(Supplied material)

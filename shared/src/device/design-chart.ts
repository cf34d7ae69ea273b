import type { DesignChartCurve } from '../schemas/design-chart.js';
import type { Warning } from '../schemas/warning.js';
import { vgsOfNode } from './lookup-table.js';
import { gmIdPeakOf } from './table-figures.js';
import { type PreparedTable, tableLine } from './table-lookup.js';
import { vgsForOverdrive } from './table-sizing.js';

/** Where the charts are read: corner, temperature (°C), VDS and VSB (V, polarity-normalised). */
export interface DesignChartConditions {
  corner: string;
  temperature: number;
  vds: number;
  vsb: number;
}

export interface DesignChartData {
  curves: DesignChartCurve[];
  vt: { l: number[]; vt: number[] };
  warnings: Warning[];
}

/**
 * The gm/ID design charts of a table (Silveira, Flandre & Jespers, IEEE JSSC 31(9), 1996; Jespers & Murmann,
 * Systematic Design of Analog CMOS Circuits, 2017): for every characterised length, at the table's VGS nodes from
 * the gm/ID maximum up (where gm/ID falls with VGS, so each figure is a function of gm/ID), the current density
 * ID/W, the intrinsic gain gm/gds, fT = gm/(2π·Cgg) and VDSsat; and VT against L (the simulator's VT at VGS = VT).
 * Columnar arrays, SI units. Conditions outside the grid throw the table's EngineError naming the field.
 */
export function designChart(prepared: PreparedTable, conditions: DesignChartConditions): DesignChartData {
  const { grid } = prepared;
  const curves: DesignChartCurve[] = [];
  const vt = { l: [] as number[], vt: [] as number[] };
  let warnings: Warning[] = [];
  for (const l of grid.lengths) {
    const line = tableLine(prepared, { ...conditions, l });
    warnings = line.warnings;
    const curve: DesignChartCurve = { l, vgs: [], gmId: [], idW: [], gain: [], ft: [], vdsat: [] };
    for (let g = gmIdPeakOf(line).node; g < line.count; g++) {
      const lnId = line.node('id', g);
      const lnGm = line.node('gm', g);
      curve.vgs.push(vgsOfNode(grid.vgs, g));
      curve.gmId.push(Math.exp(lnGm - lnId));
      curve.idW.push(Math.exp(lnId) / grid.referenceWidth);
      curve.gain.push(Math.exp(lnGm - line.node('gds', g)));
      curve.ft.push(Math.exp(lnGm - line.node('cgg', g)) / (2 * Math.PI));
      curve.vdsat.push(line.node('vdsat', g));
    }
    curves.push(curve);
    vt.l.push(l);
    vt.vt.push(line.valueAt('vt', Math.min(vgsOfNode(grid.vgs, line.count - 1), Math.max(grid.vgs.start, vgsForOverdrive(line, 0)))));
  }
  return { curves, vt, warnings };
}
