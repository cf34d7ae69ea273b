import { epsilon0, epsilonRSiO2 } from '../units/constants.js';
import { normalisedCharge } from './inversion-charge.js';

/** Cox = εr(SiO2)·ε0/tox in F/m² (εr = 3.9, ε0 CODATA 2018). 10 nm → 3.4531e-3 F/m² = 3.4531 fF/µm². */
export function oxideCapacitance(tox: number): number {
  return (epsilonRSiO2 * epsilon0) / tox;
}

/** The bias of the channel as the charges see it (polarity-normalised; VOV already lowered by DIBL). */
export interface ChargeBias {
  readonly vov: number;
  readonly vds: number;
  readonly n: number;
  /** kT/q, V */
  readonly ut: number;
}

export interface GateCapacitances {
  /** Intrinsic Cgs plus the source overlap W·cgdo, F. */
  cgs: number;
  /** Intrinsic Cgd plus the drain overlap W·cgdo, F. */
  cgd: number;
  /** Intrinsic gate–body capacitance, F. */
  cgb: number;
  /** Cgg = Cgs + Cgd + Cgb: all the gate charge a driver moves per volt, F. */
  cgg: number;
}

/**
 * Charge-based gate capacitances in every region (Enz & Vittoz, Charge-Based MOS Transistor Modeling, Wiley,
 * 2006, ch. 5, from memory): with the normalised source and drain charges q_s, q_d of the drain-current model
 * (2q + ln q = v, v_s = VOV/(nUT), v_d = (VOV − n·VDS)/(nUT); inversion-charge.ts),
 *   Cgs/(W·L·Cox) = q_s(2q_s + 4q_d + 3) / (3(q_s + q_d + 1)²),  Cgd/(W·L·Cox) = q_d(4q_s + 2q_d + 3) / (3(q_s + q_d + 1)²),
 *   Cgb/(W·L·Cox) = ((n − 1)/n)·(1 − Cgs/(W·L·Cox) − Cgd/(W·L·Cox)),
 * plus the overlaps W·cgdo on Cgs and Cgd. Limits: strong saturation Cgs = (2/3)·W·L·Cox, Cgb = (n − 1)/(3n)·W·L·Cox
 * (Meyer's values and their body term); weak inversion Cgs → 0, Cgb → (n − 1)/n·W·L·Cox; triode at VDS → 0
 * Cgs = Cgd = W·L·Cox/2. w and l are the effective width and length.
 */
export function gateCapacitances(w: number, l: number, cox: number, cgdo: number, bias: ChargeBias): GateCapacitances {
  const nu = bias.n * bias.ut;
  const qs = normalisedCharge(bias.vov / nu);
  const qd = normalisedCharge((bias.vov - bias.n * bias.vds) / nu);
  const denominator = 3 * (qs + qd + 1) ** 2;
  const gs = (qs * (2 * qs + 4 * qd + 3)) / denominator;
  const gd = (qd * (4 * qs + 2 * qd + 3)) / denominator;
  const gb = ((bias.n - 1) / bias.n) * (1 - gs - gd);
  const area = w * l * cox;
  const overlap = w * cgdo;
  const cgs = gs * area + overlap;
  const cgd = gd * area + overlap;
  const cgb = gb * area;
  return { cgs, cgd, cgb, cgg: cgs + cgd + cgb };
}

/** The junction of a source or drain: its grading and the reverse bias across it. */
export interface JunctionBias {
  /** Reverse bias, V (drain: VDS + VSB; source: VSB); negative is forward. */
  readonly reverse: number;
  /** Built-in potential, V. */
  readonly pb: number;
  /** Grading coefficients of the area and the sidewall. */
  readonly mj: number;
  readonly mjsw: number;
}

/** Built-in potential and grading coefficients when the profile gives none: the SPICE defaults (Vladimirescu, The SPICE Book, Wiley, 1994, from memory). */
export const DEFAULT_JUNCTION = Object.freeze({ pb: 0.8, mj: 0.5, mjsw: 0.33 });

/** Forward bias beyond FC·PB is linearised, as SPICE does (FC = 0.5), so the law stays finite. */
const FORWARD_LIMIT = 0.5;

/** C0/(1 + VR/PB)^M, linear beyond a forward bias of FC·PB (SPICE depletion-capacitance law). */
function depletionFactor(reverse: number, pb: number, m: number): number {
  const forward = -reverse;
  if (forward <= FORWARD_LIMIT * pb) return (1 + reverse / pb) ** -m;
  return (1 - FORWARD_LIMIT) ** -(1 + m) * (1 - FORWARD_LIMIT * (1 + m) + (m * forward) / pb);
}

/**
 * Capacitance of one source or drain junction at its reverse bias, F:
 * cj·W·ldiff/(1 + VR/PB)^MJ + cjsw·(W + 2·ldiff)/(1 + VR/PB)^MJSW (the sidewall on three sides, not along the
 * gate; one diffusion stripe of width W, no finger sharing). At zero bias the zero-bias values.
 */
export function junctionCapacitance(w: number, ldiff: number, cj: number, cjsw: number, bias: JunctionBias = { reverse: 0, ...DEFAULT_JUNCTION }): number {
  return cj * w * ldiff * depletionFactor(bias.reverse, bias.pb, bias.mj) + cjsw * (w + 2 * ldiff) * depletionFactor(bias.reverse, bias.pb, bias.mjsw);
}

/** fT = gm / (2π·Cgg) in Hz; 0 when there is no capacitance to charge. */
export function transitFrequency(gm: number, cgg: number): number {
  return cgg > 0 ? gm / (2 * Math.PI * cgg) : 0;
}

(End Supplied material)

> _Exercise brief_: What lines above mention "Built"? Copy each one.

> _Output of the task_:
  /** Built-in potential, V. */
/** Built-in potential and grading coefficients when the profile gives none: the SPICE defaults (Vladimirescu, The SPICE Book, Wiley, 1994, from memory). */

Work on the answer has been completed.